[Stored data]

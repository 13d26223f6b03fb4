//! What can go wrong with a model program, told as it is.

use std::time::Duration;
use thiserror::Error;

/// Why a program gives no answers at all.
#[derive(Debug, Clone, PartialEq, Eq, Error)]
#[non_exhaustive]
pub enum ProgramError {
    /// There is no such program.
    #[error("there is no program `{program}`{}; check `run`, or the search path", hint.as_ref().map_or(String::new(), |hint| format!(" ({hint})")))]
    NotFound {
        /// The program as `run` names it.
        program: String,
        /// What was probably meant.
        hint: Option<String>,
    },
    /// The program may not be run.
    #[error("`{program}` may not be run; make it executable (chmod +x), or name its interpreter first in `run`")]
    NotExecutable {
        /// The program as `run` names it.
        program: String,
    },
    /// The system did not start it.
    #[error("`{program}` could not be started: {reason}")]
    NotStarted {
        /// The program as `run` names it.
        program: String,
        /// The system's reason.
        reason: String,
    },
    /// It never answered a single point.
    #[error("the model program never answered.\n{0}")]
    NeverAnswered(Box<Mishap>),
    /// It answered more than it was asked.
    #[error(
        "the model program answered {answered} points where {asked} were asked; which answer belongs to which point is not known: \
         print one line a point, and nothing for the empty line.\nTry it: {command}"
    )]
    TooMany {
        /// Answers that came.
        answered: usize,
        /// Points that were asked.
        asked: usize,
        /// A line for a shell that asks it.
        command: String,
    },
    /// It said something when nothing was asked.
    #[error(
        "the model program printed something after the last answer of a batch: print one line a point, and nothing for the empty line \
         that ends a batch.\nTry it: {command}"
    )]
    Unasked {
        /// A line for a shell that asks it.
        command: String,
    },
    /// The same point was answered in two ways.
    #[error(
        "the model program answered the point\n  {point}\nfirst with {before}, then with {now}. Either it skips lines (print nan for a \
         point that fails), or its answer depends on more than the point.\nTry it: {command}"
    )]
    OutOfStep {
        /// The point in natural units.
        point: String,
        /// The first answer.
        before: String,
        /// The second.
        now: String,
        /// A line for a shell that asks it.
        command: String,
    },
    /// Worker after worker ended without an answer.
    #[error("{times} times in a row points were given up without any answer between, so the run stops here.\n{last}")]
    GivenUp {
        /// Times.
        times: usize,
        /// What befell the last of them.
        last: Box<Mishap>,
    },
}

/// What befell a worker.
#[derive(Debug, Clone, PartialEq, Eq)]
#[non_exhaustive]
pub enum Cause {
    /// It ended by itself.
    Exited {
        /// Its exit status.
        status: i32,
    },
    /// A signal ended it.
    Killed {
        /// The signal's number.
        signal: i32,
    },
    /// Its output ended, though the process went on.
    Closed,
    /// Nothing came for too long.
    Hung {
        /// How long was waited.
        waited: Duration,
    },
    /// It answered with something that is no answer.
    Unreadable {
        /// The line.
        line: String,
        /// What is wrong with it.
        reason: String,
    },
}

/// What befell a worker, at which point, and how to see it again.
#[derive(Debug, Clone, PartialEq, Eq)]
pub struct Mishap {
    /// What happened.
    pub cause: Cause,
    /// The first point without an answer, in natural units.
    pub point: String,
    /// Points of the batch that had an answer, and points in it.
    pub answered: (usize, usize),
    /// A line for a shell that asks the program for this point.
    pub command: String,
    /// The last lines of its standard error.
    pub said: Vec<String>,
}

impl std::fmt::Display for Mishap {
    fn fmt(&self, f: &mut std::fmt::Formatter<'_>) -> std::fmt::Result {
        match &self.cause {
            Cause::Exited { status } => write!(f, "It ended with exit status {status}")?,
            Cause::Killed { signal } => write!(f, "It was ended by signal {signal}")?,
            Cause::Closed => write!(f, "It closed its standard output")?,
            Cause::Hung { waited } => {
                write!(f, "Nothing came for {} seconds (`timeout`; does it flush its output?)", waited.as_secs_f64())?;
            }
            Cause::Unreadable { line, reason } => {
                write!(
                    f,
                    "This line is no answer, {reason}: \"{line}\" (anything but answers goes to standard error)"
                )?;
            }
        }
        let (answered, asked) = self.answered;
        write!(
            f,
            ", after {answered} of {asked} points of a batch. The next point was\n  {}\nTry it: {}",
            self.point, self.command
        )?;
        if !self.said.is_empty() {
            write!(f, "\nIts standard error ended with")?;
            self.said.iter().try_for_each(|line| write!(f, "\n  | {line}"))?;
        }
        Ok(())
    }
}

#[cfg(test)]
mod tests {
    use super::*;

    #[test]
    fn errors_cross_threads_and_say_what_to_do() {
        fn crosses<T: std::error::Error + Send + Sync + 'static>() {}
        crosses::<ProgramError>();
        let mishap = Mishap {
            cause: Cause::Hung { waited: Duration::from_millis(1500) },
            point: "inflow = 62.5".into(),
            answered: (3, 8),
            command: "echo \"62.5\" | ./tank".into(),
            said: vec!["no gate".into()],
        };
        let text = ProgramError::NeverAnswered(Box::new(mishap)).to_string();
        for part in ["1.5 seconds", "flush", "3 of 8", "inflow = 62.5", "echo \"62.5\" | ./tank", "| no gate"] {
            assert!(text.contains(part), "{text}");
        }
    }
}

### Work instruction
Go line by line through the data above and report each one that holds the string "than".

### Exercise response
    /// It answered more than it was asked.
         point that fails), or its answer depends on more than the point.\nTry it: {command}"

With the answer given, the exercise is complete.